(NEW YORK) -- Vice President Kamala Harris stopped by on ABC's The View Wednesday to talk about the administration's message to voters and its goals as the 2024 presidential election kicks off.
Harris said she was "scared as heck" when asked about her thoughts about former President Donald Trump being reelected, and that many Americans that she has talked to in the last couple of weeks have that same feeling. The vice president said that she has been actively listening to those concerns and has worked to provide not only an ear but also policy solutions.
"We've got to earn reelection and we have to communicate what we have achieved," she said.
One of the biggest concerns, she said she has heard from constituents, is the future of reproductive rights following the end of Rove v Wade when the Supreme Court overturned the landmark decision in June 2022.
"Many of us often think about the future of our country in the context of our children, and so they talk about their concern that if their daughter is going to college, will she go to a state where she will have access to the health care she might need including reproductive health," Harris said.
She said that women and doctors are constantly living in a state of fear because of the strict abortion laws put in by states following the Supreme Court decision and many women's lives are at an unnecessary risk.
The vice president said the government needs to stay out of health decisions for women.

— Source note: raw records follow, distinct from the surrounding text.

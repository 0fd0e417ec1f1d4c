import { baseOptions, type BaseSettings } from '../plot/base-options';
import { drawEndLabels, type ValueLabel } from '../plot/draw-end-labels';
import { lastValue } from '../plot/end-labels';
import type { PlotInstance, PlotOptions } from '../plot/plot-instance';
import type { LevelColumns } from './levels-data';

export interface LevelSettings extends BaseSettings { columns: LevelColumns; joined: boolean }

const noLine = (): null => null;

/** Reference, enclosed and floor by their names at their ends. */
export function levelLabels({ columns, window, colours }: LevelSettings): ValueLabel[] {
  const named: [string, string, (number | null)[]][] = [
    ['reference', colours.ink, columns.reference], ['enclosed', colours.copper, columns.enclosed], ['floor', colours.slate, columns.floor],
  ];
  return named.flatMap(([text, colour, column]) => {
    const value = lastValue(columns.frequencyHz, column, window.toHz);
    return value === null ? [] : [{ text, colour, value }];
  });
}

/** Options of the plot of levels: the same frequency axis as the attenuation above it. */
export function levelOptions(settings: LevelSettings): PlotOptions {
  const { colours, joined } = settings;
  const line = (label: string, stroke: string, dash?: number[]) => ({
    label, stroke, width: 1.6, ...(dash ? { dash } : {}), ...(joined ? {} : { paths: noLine }),
    points: joined ? { show: false } : { show: true, size: 6, fill: stroke, stroke },
  });
  return {
    ...baseOptions(settings),
    series: [{}, line('floor', colours.slate, [2, 3]), line('enclosed', colours.copper), line('reference', colours.ink)],
    hooks: { draw: [(plot: PlotInstance) => drawEndLabels(plot, levelLabels(settings))] },
  };
}
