import type { CurveLevelsBody } from '@leeside/contracts/curves';
import { useMemo } from 'react';
import type { PlotHandlers, PlotView } from '../attenuation-plot/AttenuationPlot';
import { decibelRange } from '../plot/decibel-range';
import type { FrequencyWindow } from '../plot/frequency-ticks';
import { plotColours } from '../plot/plot-colours';
import { PlotCanvas, type PlotCursor } from '../plot/PlotCanvas';
import { useDarkTheme } from '../plot/use-dark-theme';
import { readerLocale, shownUnit } from '../reader-locale';
import { levelColumns, levelSeriesData } from './levels-data';
import { levelOptions } from './levels-options';

interface LevelsPlotProps { levels: CurveLevelsBody; gaps: readonly FrequencyWindow[]; view: PlotView; cursor: PlotCursor | null; handlers: PlotHandlers }

/** The levels that the curve above came from. */
export function LevelsPlot({ levels, gaps, view, cursor, handlers }: LevelsPlotProps) {
  const dark = useDarkTheme();
  const columns = useMemo(() => levelColumns(levels, gaps), [levels, gaps]);
  const data = useMemo(() => levelSeriesData(columns), [columns]);
  const { window, axisKind, width, joined } = view;
  const options = useMemo(() => {
    const range = decibelRange([columns.reference, columns.enclosed, columns.floor], 4, 4);
    return levelOptions({ columns, joined, window, axisKind, width, range, unit: shownUnit(levels.levelUnit), colours: plotColours(), locale: readerLocale(), theme: dark ? 'dark' : 'light' });
  }, [columns, levels.levelUnit, joined, window, axisKind, width, dark]);
  return <PlotCanvas options={options} columns={data} width={width} height={width < 560 ? 200 : 230} cursor={cursor} {...handlers} />;
}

"So many of us actually grew up when Roe was intact, and we would absolutely say, 'We must protect it. A woman's right to choose but we kind of believed it was always going to be there.' And look what happened," she said. "And I say that in the context of this democracy also. Don't take anything for granted."
When asked about criticisms about the Biden administration's handling of the migrant crisis, the vice president acknowledged that the country's immigration system has needed fixing for a long time and contended that the Biden administration has reached out to leaders on both sides of the aisle for a solution.

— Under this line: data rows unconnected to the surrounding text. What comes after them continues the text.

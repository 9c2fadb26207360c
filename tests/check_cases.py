"""Small cases for every check: one that fails it and nothing else, one that lacks a datum for it.

A new check needs an entry in `FAILING` and, if it needs data at all, one in `LACKING`;
`tests/unit/test_check_pairs.py` fails until it has both.
"""

from __future__ import annotations

from collections.abc import Callable
from dataclasses import replace
from typing import Any

import numpy as np

from actuator_sizing.sizing.checks import Sets
from actuator_sizing.sizing.demand import build_demand
from actuator_sizing.sizing.dynamic_results import DynamicResults
from actuator_sizing.sizing.shortlist import evaluate_sets
from tests.made_cases import DIRECT, DRIVE, GEARHEAD, MOTOR, SURROUNDINGS, case, cycle

LEVEL = {"lead": 0.02, "moving mass": 10.0, "guide friction force": 150.0}
LIFT = {**LEVEL, "inclination": np.pi / 2, "screw diameter": 0.02, "guide friction force": 10.0}
#: Slow enough that no advice of a comfortable axis is missed.
MOVES = cycle(
    {"law": "cycloidal", "displacement": 0.1, "duration_s": 1.0},
    {"law": "dwell", "duration_s": 0.5},
    {"law": "cycloidal", "displacement": -0.1, "duration_s": 1.0},
    {"law": "dwell", "duration_s": 0.5},
)
HELD = cycle(
    {"law": "cycloidal", "displacement": 0.1, "duration_s": 1.0},
    {"law": "dwell", "duration_s": 0.5, "brake_closed": True},
    {"law": "cycloidal", "displacement": -0.1, "duration_s": 1.0},
    {"law": "dwell", "duration_s": 0.5, "brake_closed": True},
)
STANDS = cycle(
    {"law": "cycloidal", "displacement": 0.1, "duration_s": 1.0},
    {"law": "dwell", "duration_s": 2.0},
    {"law": "cycloidal", "displacement": -0.1, "duration_s": 1.0},
    {"law": "dwell", "duration_s": 2.0},
)
RECTIFIER = {"supply feeds back": "no"}
CHOPPER = {**RECTIFIER, "brake resistor": 60.0, "chopper threshold": 361.0, "brake resistor continuous power": 500.0,
           "brake resistor pulse energy": 1000.0}  # fmt: skip
LIFE = {"required life": 3.6e7}

#: Stands the current of a shorted winding at the speeds of these cases.
STRONG = dict(MOTOR, peak_current_a=28.0, peak_torque_nm=12.0)

Columns = dict[str, Any]

#: What the comfortable drive states of itself beside its ratings.
SWITCHING = {"standstill_current": 100.0, "maximum_output_frequency": 600.0, "minimum_load_inductance": 1e-5,
             "pwm_frequency": 1e6}  # fmt: skip


def sets_of(
    mechanism: str = "ball screw",
    values: dict[str, float] = LEVEL,
    segments: Any = MOVES,
    *,
    motor: Columns | None = None,
    gearhead: Columns | None = None,
    drive: Columns | None = None,
    motor_columns: Columns | None = None,
    gearhead_columns: Columns | None = None,
    drive_columns: Columns | None = None,
    dynamics: Columns | None = None,
    cable_ohm: float = 0.01,
    **options: Any,
) -> Sets:
    """One set; `*_columns` are columns of the catalogs by key, a tuple where a second part states another value."""
    motors = [dict(STRONG, **(motor or {}))]
    gearheads = [dict(DIRECT if gearhead is None else dict(GEARHEAD, ratio=2.0), **(gearhead or {}))]
    drives = [dict(DRIVE, **(drive or {}))]
    tables = {
        "motors": motor_columns,
        "gearheads": gearhead_columns,
        "drives": SWITCHING | (drive_columns or {}),
    }
    count = 2 if any(isinstance(v, tuple) for part in tables.values() for v in (part or {}).values()) else 1
    made = case(mechanism, values, segments, motors=motors * count, gearheads=gearheads * count,
                drives=drives * count, surroundings=replace(SURROUNDINGS, cable_ohm=cable_ohm),
                options={"stop reaction time": 0.01, **options})  # fmt: skip
    for name, given in tables.items():
        catalog = getattr(made, name)
        known = {}
        for key, value in (given or {}).items():
            both = value if isinstance(value, tuple) else (value,) * count
            known[key] = np.array(both, dtype=object if isinstance(both[0], str) else float)
        made = replace(made, **{name: replace(catalog, values={**catalog.values, **known})})
    sets = evaluate_sets(made, build_demand(made), np.zeros((1, 3), dtype=np.intp))
    return sets if dynamics is None else replace(sets, dynamics=_dynamics(dynamics))


def _dynamics(given: Columns) -> DynamicResults:
    """A simulated set that is better than asked, but for what is given."""
    good = {
        "settling_band": 1e-3, "allowed_following_error": 1e-2, "required_bandwidth_rad_s": 100.0,
        "is_left_out": False, "is_simulated": 1.0, "stiffness_nm_per_rad": 1e4, "achievable_bandwidth_rad_s": 300.0,
        "settling_time_s": 0.1, "settling_available_s": 0.5, "settling_at_s": 1.0, "following_error": 1e-3,
        "following_error_at_s": 0.5, "sensitivity_peak_ratio": 1.4,
    }  # fmt: skip
    wishes = ("settling_band", "allowed_following_error", "required_bandwidth_rad_s")
    values = {**good, **given}
    return DynamicResults(**{name: v if name in wishes else np.array([v]) for name, v in values.items()})


def _braked(torque: float, closing: float = 0.03, **columns: Any) -> Columns:
    return {"motor": {"brake_torque_nm": torque},
            "motor_columns": {"brake_closing_time": closing, "brake_energy_per_stop": 500.0, **columns}}  # fmt: skip


_SCREW = {"screw root diameter": 0.017, "screw unsupported length": 0.5, "screw end fixity": "fixed-supported",
          "screw yield strength": 4e8}  # fmt: skip
_BELT = {"pulley diameter": 0.05, "moving mass": 5.0}
_RACK = {"pinion diameter": 0.05, "moving mass": 5.0}
_SHAFT = {
    "permissible_radial_force": 500.0, "radial_force_position": 0.02, "bearing_lever": 0.03,
    "permissible_axial_force": 200.0, "bearing_life": 7.2e7, "bearing_life_speed": 100.0,
}  # fmt: skip
_SIMULATED = "simulation: only leading sets with a cycle of at most four million samples are simulated"
_LOADED = {"shaft radial force": 200.0, "shaft force position": 0.02}

#: Fails this check and nothing else.
FAILING: dict[str, Callable[[], Sets]] = {
    "speed_torque": lambda: sets_of(motor={"peak_torque_nm": 0.1}),
    "rms_current": lambda: sets_of(motor={"continuous_current_a": 0.05}),
    "winding_temperature": lambda: sets_of(
        motor={"thermal_resistance_winding_k_w": 40.0, "thermal_resistance_housing_k_w": 40.0}
    ),
    "motor_peak_current": lambda: sets_of(
        motor={"peak_current_a": 1.1, "peak_torque_nm": np.nan, "resistance_ohm": 25.0}
    ),
    "motor_speed": lambda: sets_of(motor={"speed_max_rad_s": 50.0}),
    "voltage": lambda: sets_of(motor={"inductance_h": 900.0, "pole_pairs": np.nan}),
    "jam_temperature": lambda: sets_of(**{"jam duration": 60.0}),
    "stops_temperature": lambda: sets_of(
        values={**LEVEL, "moving mass": 2500.0}, gearhead={"ratio": 5.0, "emergency_torque_nm": 1e4},
        motor={"peak_current_a": 60.0}, **{"stops in a row": 200.0},
    ),
    "standstill_hold": lambda: sets_of(
        values=LIFT, motor={"thermal_resistance_winding_k_w": 95.0, "winding_time_constant_s": 0.2}
    ),
    "motor_demagnetisation": lambda: sets_of(
        motor={"peak_current_a": 28.0}, motor_columns={"demagnetisation_current": 19.0}
    ),
    "brush_life": lambda: sets_of(
        motor={"commutation": 0, "current_basis": 0, "pole_pairs": np.nan},
        drive={"current_basis": 0, "serves_brushed": True}, motor_columns={"brush_life": 3.6e6}, **LIFE,
    ),
    "drive_continuous_current": lambda: sets_of(drive={"continuous_current_a": 1.0, "rms_window_s": 0.05}),
    "drive_peak_current": lambda: sets_of(
        drive={"peak_current_a": 1.1, "continuous_current_a": 1.0, "peak_time_s": 20.0}
    ),
    "drive_peak_time": lambda: sets_of(
        drive={"continuous_current_a": 1.0, "peak_current_a": 5.0, "peak_time_s": 1e-3}
    ),
    "drive_bus_voltage": lambda: sets_of(drive={"bus_voltage_min_v": 300.0}),
    "drive_standstill_current": lambda: sets_of(
        values=LIFT, segments=STANDS, drive_columns={"standstill_current": 0.1}
    ),
    "drive_output_frequency": lambda: sets_of(drive_columns={"maximum_output_frequency": 10.0}),
    "drive_load_inductance": lambda: sets_of(drive_columns={"minimum_load_inductance": 1.0}),
    "pwm_ripple_loss": lambda: sets_of(drive_columns={"pwm_frequency": 200.0}),
    "cable_voltage_drop": lambda: sets_of(cable_ohm=25.0),
    "bus_maximum_voltage": lambda: sets_of(values=LIFT, drive={"capacitance_f": 1e-6}, **RECTIFIER),
    "bus_sag": lambda: sets_of(
        gearhead={"ratio": 9.0, "speed_mean_max_rad_s": 600.0}, motor={"peak_current_a": 60.0},
        drive={"bus_voltage_min_v": 50.0},
        **{"supply internal resistance": 125.0},
    ),
    "bus_minimum_voltage": lambda: sets_of(
        drive={"bus_voltage_min_v": 285.0}, **{"supply internal resistance": 60.0}
    ),
    "supply_charging_current": lambda: sets_of(values=LIFT, **{"supply charging current": 1e-3}),
    "chopper_release": lambda: sets_of(
        values=LIFT, drive={"brake_resistor_min_ohm": 10.0}, **{**CHOPPER, "chopper hysteresis": 20.0}
    ),
    "brake_resistor_value": lambda: sets_of(values=LIFT, drive={"brake_resistor_min_ohm": 70.0}, **CHOPPER),
    "brake_resistor_peak_power": lambda: sets_of(
        values=LIFT, drive={"brake_resistor_min_ohm": 10.0}, **{**CHOPPER, "brake resistor": 1e5}
    ),
    "brake_resistor_mean_power": lambda: sets_of(
        values=LIFT, drive={"brake_resistor_min_ohm": 10.0}, **{**CHOPPER, "brake resistor continuous power": 0.1}
    ),
    "brake_resistor_pulse_energy": lambda: sets_of(
        values=LIFT, drive={"brake_resistor_min_ohm": 10.0}, **{**CHOPPER, "brake resistor pulse energy": 0.1}
    ),
    "supply_mean_power": lambda: sets_of(**{"supply continuous power": 0.1, "supply peak power": 1e4}),
    "supply_peak_power": lambda: sets_of(**{"supply continuous power": 1e4, "supply peak power": 0.1}),
    "gearhead_equivalent_torque": lambda: sets_of(gearhead={"continuous_torque_nm": 0.1}),
    "gearhead_peak_torque": lambda: sets_of(gearhead={"peak_torque_nm": 0.1}),
    "gearhead_mean_speed": lambda: sets_of(gearhead={"speed_mean_max_rad_s": 30.0}),
    "gearhead_maximum_speed": lambda: sets_of(gearhead={"speed_max_rad_s": 100.0}),
    "gearhead_thermal_power": lambda: sets_of(gearhead={}, gearhead_columns={"thermal_power": 1.0}),
    "gearhead_life": lambda: sets_of(
        gearhead={}, gearhead_columns={"rated_life": 3600.0, "rated_torque": 0.1, "rated_input_speed": 100.0}, **LIFE
    ),
    "shaft_radial_force": lambda: sets_of(
        motor_columns=_SHAFT, **{"shaft radial force": 400.0, "shaft force position": 0.04}
    ),
    "shaft_axial_force": lambda: sets_of(gearhead={}, gearhead_columns=_SHAFT, **{"shaft axial force": 300.0}),
    "shaft_bearing_life": lambda: sets_of(motor_columns={**_SHAFT, "bearing_life": 3600.0}, **_LOADED, **LIFE),
    "screw_critical_speed": lambda: sets_of(**{**_SCREW, "screw unsupported length": 4.5}),
    "screw_dn_value": lambda: sets_of(values={**LEVEL, "screw diameter": 0.02}, **{"screw DN limit": 1e4}),
    "screw_buckling": lambda: sets_of(
        segments=cycle({"law": "cycloidal", "displacement": 0.1, "duration_s": 1.0, "process_effort": 2500.0},
                       {"law": "cycloidal", "displacement": -0.1, "duration_s": 1.0}),
        gearhead={"ratio": 3.0}, **{**_SCREW, "screw root diameter": 0.008, "screw unsupported length": 0.45},
    ),
    "screw_static_load": lambda: sets_of(**{"screw static load rating": 5.0}),
    "screw_life": lambda: sets_of(**{"screw dynamic load rating": 30.0, "screw static load rating": 1e4}, **LIFE),
    "screw_pressure_speed": lambda: sets_of(
        "lead screw", {**LIFT, "efficiency": 0.5},
        **{"nut contact area": 1e-4, "allowed nut pressure times speed": 1e4},
    ),
    "belt_tension": lambda: sets_of("belt", _BELT, **{"belt pretension": 100.0, "allowed belt tension": 101.0},
                                    gearhead={}),
    "belt_teeth": lambda: sets_of("belt", _BELT, **{"teeth in mesh": 20.0, "allowed force per tooth": 0.2},
                                  gearhead={}),
    "rack_force": lambda: sets_of("rack and pinion", _RACK, **{"allowed tangential force": 2.0}, gearhead={}),
    "coupling_torque": lambda: sets_of(**{"coupling torque limit": 0.01}),
    "stop_controlled": lambda: sets_of(
        drive={"peak_current_a": 1.3, "continuous_current_a": 1.0, "peak_time_s": 20.0},
        **{"allowed stopping distance": 2.0e-3},
    ),
    "stop_shorted": lambda: sets_of(motor={"resistance_ohm": 12.0}, **{"allowed stopping distance": 2.0e-3}),
    "stop_brake": lambda: sets_of(**_braked(0.2), **{"allowed stopping distance": 2.2e-3}),
    "motor_shorted_current": lambda: sets_of(motor={"peak_current_a": 8.0}),
    "holding_brake_static": lambda: sets_of(values=LIFT, **_braked(0.2, np.nan)),
    "holding_brake_energy": lambda: sets_of(values=LIFT, **_braked(2.0, brake_energy_per_stop=0.01)),
    "drop_distance": lambda: sets_of(values=LIFT, **_braked(2.0), **{"allowed drop distance": 1e-4}),
    "holding_brake_wear": lambda: sets_of(
        values=LIFT, **_braked(2.0, brake_work_until_wear=1.0), **{"brake stops in life": 1e4}
    ),
    "holding_brake_stops": lambda: sets_of(
        **_braked(2.0, brake_stops_allowed=100.0), **{"brake stops in life": 200.0}
    ),
    "gearhead_emergency_torque": lambda: sets_of(
        gearhead={"ratio": 2.0, "efficiency": 0.5, "efficiency_back": 0.4, "emergency_torque_nm": 10.0},
        values={**LEVEL, "moving mass": 300.0},
    ),
    "gearhead_jam_torque": lambda: sets_of(gearhead={"emergency_torque_nm": 12.0}),
    "inertia_ratio": lambda: sets_of(**{"recommended inertia ratio": 0.5}),
    "settling": lambda: sets_of(dynamics={"settling_time_s": 0.6}),
    "following_error": lambda: sets_of(dynamics={"following_error": 0.02}),
    "stability_reserve": lambda: sets_of(dynamics={"sensitivity_peak_ratio": 2.5}),
    "resonance": lambda: sets_of(dynamics={"achievable_bandwidth_rad_s": 50.0}),
}  # fmt: skip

Harris noted that the administration included immigration reform in its latest $14 billion security package, which has the support of Senate Republicans.
"The solutions are at hand, but, frankly, we're in an election year, and the folks who want to return Donald Trump to the White House would prefer to talk about a broken immigration system instead of focusing on the solutions that are at hand and engaging in bipartisan work," she said.
Harris addressed criticisms from Democrats and other pundits that the Biden administration has been focusing too much on warning about a potential second Trump presidency instead of talking about the last four years of their work and other issues such as the economy. A recent ABC News poll found that Biden's approval rating is at 33%.
The vice president contended that many of those issues, such as the economy, are tied to the issues related to the future of democracy that she said Trump poses with his rhetoric and it was important to stress what is at stake this November.
"There is a split screen you can throw up and see and it's going to be the choice between what is about respecting our democracy, what is about competence versus chaos," she said.
At the same time, Harris touted the administration's work lowering student loan debt, creating more jobs and passing a bipartisan infrastructure deal.
Trump wasn't the only GOP hopeful that was discussed during the vice president's appearance.
Harris responded to recent claims by Republican presidential candidate Nikki Haley on racial matters. The former South Carolina governor initially did not say the Civil War was started by slavery at a campaign stop last month before backtracking. This week she claimed that the U.S. was never racist during an interview.
Harris, who like Haley is of South Asian descent, said, "The issue of race in America is not something that should be the subject of a sound bite or a question that is meant to elicit a one-sentence answer, but there is no denying that we have in our history as a nation racism and that racism has played a role in the history of our nation."
"I think we all would agree that while it is part of our past and we see vestiges of it today, we should also be committed collectively to not letting it define the future of our country, but we cannot get to a place of progress on the issue of race by denying the existence of racism," she added.